Start of Data supplied

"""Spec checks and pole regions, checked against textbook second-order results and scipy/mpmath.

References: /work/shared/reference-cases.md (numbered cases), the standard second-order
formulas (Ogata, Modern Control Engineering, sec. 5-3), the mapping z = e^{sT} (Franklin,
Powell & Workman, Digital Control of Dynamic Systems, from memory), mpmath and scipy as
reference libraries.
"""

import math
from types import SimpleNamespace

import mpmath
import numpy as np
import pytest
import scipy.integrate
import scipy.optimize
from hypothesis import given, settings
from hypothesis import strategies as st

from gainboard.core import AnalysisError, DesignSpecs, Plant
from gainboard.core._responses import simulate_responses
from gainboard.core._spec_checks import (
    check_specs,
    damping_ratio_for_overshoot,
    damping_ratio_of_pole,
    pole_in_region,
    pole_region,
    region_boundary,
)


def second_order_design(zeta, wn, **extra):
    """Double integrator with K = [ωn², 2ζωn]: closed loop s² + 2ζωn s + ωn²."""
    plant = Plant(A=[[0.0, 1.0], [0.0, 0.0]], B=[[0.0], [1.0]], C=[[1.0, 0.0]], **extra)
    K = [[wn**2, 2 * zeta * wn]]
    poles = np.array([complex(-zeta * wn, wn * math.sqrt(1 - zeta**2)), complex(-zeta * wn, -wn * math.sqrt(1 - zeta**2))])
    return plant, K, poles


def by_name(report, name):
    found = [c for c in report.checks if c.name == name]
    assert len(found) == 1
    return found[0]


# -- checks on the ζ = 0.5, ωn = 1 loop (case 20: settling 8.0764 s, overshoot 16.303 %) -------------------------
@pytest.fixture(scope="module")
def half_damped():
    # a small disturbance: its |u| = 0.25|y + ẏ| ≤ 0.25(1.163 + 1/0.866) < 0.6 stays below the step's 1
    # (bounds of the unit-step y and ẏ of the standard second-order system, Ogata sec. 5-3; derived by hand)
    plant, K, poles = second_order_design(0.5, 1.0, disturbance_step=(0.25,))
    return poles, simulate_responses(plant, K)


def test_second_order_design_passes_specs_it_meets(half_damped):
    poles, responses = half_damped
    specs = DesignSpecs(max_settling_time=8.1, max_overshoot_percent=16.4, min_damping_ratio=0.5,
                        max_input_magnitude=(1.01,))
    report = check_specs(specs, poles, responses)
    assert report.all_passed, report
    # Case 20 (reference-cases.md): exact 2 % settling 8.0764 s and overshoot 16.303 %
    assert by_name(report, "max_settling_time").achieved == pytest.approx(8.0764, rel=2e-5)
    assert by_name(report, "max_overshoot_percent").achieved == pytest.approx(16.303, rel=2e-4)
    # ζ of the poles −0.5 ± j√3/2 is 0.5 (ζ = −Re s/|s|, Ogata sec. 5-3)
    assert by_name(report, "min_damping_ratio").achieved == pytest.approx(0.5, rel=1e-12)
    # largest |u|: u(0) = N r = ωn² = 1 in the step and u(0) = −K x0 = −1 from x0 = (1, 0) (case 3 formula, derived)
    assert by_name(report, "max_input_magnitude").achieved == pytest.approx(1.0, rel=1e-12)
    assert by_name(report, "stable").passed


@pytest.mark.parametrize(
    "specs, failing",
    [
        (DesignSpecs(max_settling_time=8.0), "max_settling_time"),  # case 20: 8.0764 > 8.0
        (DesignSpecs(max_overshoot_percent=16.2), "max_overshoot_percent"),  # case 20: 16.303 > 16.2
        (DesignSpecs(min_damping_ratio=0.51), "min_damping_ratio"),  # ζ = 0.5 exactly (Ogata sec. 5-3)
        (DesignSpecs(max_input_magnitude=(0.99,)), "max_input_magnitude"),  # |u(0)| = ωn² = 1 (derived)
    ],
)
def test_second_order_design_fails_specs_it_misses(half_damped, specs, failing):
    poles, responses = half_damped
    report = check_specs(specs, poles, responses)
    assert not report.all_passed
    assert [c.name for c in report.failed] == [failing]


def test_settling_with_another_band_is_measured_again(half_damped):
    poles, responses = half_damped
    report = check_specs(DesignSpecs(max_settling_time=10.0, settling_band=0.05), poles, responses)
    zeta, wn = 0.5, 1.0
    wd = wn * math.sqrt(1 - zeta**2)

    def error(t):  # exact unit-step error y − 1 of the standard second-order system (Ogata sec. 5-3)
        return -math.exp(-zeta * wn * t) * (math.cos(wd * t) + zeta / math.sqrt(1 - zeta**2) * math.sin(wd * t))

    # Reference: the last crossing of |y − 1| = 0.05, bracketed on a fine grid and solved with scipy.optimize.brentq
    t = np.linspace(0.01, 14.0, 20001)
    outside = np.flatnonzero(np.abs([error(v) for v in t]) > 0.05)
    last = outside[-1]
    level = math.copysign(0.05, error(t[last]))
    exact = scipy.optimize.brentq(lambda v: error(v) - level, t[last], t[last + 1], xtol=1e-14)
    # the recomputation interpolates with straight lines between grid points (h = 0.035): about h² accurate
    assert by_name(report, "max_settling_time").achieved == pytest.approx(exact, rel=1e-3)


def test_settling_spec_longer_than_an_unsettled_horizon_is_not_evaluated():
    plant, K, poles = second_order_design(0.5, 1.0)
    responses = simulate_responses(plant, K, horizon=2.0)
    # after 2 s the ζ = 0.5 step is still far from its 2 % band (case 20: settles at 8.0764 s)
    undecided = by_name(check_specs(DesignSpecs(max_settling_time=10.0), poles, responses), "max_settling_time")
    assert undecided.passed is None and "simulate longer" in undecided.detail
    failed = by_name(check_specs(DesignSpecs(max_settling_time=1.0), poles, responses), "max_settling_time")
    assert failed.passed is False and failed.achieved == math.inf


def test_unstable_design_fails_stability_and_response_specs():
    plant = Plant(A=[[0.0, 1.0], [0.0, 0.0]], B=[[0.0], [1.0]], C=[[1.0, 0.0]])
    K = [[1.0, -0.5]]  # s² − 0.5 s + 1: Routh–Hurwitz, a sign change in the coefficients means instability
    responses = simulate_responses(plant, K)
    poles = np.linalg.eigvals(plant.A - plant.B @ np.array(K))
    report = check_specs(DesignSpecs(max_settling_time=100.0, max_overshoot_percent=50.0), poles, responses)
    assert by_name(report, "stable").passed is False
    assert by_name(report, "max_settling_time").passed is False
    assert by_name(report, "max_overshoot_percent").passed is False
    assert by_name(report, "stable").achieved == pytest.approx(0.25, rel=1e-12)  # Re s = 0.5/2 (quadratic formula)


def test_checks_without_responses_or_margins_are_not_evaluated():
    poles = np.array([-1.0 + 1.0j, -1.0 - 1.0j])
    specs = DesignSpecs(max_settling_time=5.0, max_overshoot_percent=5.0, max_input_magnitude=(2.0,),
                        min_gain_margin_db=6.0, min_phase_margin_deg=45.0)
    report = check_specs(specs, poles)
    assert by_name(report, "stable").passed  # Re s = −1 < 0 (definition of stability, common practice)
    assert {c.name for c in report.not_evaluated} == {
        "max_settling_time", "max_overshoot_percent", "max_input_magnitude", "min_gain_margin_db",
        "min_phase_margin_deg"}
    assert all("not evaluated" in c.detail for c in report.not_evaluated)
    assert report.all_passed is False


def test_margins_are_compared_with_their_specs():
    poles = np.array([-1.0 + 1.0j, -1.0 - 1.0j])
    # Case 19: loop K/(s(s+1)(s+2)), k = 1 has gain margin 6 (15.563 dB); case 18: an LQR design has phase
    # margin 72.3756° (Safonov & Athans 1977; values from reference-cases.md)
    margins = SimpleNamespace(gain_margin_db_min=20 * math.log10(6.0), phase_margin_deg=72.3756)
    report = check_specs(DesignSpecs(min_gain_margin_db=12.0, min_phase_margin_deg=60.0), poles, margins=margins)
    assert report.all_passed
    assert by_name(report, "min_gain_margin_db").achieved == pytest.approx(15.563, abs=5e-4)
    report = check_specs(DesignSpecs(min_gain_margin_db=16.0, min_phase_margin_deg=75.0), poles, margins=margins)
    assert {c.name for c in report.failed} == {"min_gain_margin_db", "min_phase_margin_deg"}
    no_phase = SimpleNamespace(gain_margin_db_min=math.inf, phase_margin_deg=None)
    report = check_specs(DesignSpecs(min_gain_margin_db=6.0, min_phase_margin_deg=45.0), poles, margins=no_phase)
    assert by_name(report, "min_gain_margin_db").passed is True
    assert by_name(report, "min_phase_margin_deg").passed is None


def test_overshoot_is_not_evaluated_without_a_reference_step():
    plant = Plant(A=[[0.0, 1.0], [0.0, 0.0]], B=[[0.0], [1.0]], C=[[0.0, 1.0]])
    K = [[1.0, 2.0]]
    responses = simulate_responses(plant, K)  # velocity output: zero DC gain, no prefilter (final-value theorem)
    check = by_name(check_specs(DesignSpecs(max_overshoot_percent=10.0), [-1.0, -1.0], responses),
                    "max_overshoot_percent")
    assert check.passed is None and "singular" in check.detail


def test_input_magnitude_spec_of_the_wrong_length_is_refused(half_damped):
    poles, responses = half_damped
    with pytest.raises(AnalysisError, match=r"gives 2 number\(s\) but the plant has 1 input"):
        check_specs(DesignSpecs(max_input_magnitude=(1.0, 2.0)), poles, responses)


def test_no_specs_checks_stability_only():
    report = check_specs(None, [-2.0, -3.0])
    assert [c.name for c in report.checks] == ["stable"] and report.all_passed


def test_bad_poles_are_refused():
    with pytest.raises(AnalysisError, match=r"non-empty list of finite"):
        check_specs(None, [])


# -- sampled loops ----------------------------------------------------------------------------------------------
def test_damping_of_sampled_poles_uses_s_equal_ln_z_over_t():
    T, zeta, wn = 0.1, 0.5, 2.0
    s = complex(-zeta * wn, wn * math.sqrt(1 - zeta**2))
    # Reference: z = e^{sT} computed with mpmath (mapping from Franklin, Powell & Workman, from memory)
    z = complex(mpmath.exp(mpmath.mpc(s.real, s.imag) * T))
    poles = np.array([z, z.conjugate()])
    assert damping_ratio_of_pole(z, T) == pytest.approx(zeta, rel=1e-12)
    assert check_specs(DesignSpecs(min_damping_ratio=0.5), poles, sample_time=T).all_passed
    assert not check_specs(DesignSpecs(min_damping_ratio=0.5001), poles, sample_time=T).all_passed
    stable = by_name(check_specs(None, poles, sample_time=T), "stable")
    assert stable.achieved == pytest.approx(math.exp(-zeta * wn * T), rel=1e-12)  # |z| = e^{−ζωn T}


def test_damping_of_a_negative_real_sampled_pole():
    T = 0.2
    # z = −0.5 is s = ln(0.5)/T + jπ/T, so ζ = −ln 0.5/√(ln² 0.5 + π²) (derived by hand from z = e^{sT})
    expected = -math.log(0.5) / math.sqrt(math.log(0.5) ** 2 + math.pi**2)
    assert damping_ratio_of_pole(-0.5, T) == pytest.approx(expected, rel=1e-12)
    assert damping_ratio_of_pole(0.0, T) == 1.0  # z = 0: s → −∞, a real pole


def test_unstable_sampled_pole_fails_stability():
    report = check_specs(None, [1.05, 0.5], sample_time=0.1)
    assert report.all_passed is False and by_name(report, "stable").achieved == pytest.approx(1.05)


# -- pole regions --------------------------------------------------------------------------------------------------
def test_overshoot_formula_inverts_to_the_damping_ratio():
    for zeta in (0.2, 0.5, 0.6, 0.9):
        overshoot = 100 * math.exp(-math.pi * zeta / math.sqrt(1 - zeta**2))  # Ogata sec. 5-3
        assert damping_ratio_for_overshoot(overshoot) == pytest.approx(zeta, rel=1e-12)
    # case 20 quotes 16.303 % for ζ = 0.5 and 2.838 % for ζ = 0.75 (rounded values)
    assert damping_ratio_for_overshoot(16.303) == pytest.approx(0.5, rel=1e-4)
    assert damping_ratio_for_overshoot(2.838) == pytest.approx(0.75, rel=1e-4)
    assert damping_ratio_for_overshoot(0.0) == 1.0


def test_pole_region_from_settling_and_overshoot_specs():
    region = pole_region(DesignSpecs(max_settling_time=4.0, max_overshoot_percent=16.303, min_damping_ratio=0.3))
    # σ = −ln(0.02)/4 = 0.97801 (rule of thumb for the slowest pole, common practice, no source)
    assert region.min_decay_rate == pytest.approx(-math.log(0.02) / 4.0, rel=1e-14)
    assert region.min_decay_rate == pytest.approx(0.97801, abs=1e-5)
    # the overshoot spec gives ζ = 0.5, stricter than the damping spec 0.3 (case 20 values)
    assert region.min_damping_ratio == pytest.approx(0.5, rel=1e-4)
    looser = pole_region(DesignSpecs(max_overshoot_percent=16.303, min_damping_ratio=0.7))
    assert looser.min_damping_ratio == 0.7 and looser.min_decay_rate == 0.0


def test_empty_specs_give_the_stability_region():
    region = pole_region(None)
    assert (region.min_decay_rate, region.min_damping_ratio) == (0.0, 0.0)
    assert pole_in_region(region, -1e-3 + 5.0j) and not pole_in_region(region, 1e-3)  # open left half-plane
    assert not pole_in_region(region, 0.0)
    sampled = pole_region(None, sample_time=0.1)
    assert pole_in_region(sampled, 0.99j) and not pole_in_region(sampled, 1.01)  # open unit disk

End of Data supplied

**Problem requirements**
What is asked for is an exact copy of the lines above from the one containing "outside = np.flatnonzero(np.abs([error(v)" through the one containing "# the recomputation", and only those.

**Solved exercise**
    outside = np.flatnonzero(np.abs([error(v) for v in t]) > 0.05)
    last = outside[-1]
    level = math.copysign(0.05, error(t[last]))
    exact = scipy.optimize.brentq(lambda v: error(v) - level, t[last], t[last + 1], xtol=1e-14)
    # the recomputation interpolates with straight lines between grid points (h = 0.035): about h² accurate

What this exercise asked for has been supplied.